# Is Royal Canin itself enough for a show quality gsd male pup?



## strsakthirajan (Jul 8, 2015)

i am having 58 days old show quality gsd male pup. now i am feeding him royal canin four times a day. is it enough for him? shall i continue only royal canin? or should i have to add anything else?


----------



## car2ner (Apr 9, 2014)

here is a good place to start your research

Dog Food Reviews and Ratings | Dog Food Advisor


----------



## TEZPUR1976 (Jun 29, 2014)

What is the breeder saying?
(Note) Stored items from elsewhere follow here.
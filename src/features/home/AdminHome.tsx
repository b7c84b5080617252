import { useQuery } from '@tanstack/react-query';
import { Link } from 'react-router';
import type { SessionUser } from '../../contracts/auth';
import { ROLE_LABELS, ROLES } from '../../contracts/roles';
import { buttonClass } from '../../components/Button';
import { Loading, Panel } from '../../components/Panel';
import { errorMessage } from '../../lib/api';
import { plural } from '../../lib/format';
import { usersQuery } from '../users';
import { HealthPanel } from './HealthPanel';
import { AccountPanel, DutiesPanel, HomeFrame } from './parts';

function UsersSummary() {
  const users = useQuery(usersQuery);
  return (
    <Panel
      title="People"
      actions={
        <Link to="/users" className={buttonClass('primary', 'sm')}>
          Open Users
        </Link>
      }
    >
      {users.isPending ? (
        <Loading what="Counting users" />
      ) : users.isError ? (
        <p className="text-fault">{errorMessage(users.error)}</p>
      ) : (
        <>
          <p className="text-lg">
            <span className="text-3xl font-bold text-graphite-950 tabular" data-testid="user-count">
              {users.data.filter((u) => u.active).length}
            </span>{' '}
            active of {plural(users.data.length, 'user')}
          </p>
          <table className="mt-3 w-full text-sm">
            <caption className="sr-only">Active users by role</caption>
            <tbody>
              {ROLES.map((r) => (
                <tr key={r} className="border-t border-graphite-100">
                  <th scope="row" className="py-1 text-left font-medium text-graphite-700">
                    {ROLE_LABELS[r]}
                  </th>
                  <td className="py-1 text-right font-semibold">{users.data.filter((u) => u.active && u.role === r).length}</td>
                </tr>
              ))}
            </tbody>
          </table>
        </>
      )}
    </Panel>
  );
}

export function AdminHome({ user }: { user: SessionUser }) {
  return (
    <HomeFrame user={user}>
      <div className="grid gap-5 lg:grid-cols-[2fr_1fr]">
        <HealthPanel />
        <UsersSummary />
      </div>
      <div className="grid gap-5 lg:grid-cols-2">
        <DutiesPanel user={user} />
        <AccountPanel user={user} />
      </div>
    </HomeFrame>
  );
}
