/** The auth feature's public face (the sign-in route is loaded by the router from ./routes). */
export { UserMenu } from './UserMenu';
export { ChangePasswordPage } from './ChangePasswordPage';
A breeder is supposed to give you guidelines for rearing the pup.


----------



## Shade (Feb 20, 2012)

There are a lot of better quality foods out there, where are you located?


----------



## 4loveofadog (Mar 3, 2010)

had my pup on royal canine maxi dog food. it would not have been my pick for him. but, breeder started him on it and I didn't want to give him any digestive problems by changing. he loved it until about 8 months old and than I started adding adult food to his menu. it certainly didn't hurt him, he is big and strong but i'm glad I am getting on to grain free grit.


----------



## avoids (Oct 6, 2015)

Royal canin is only name,its like lacoste,adidas etc..they have good name but not high quality in the end.


----------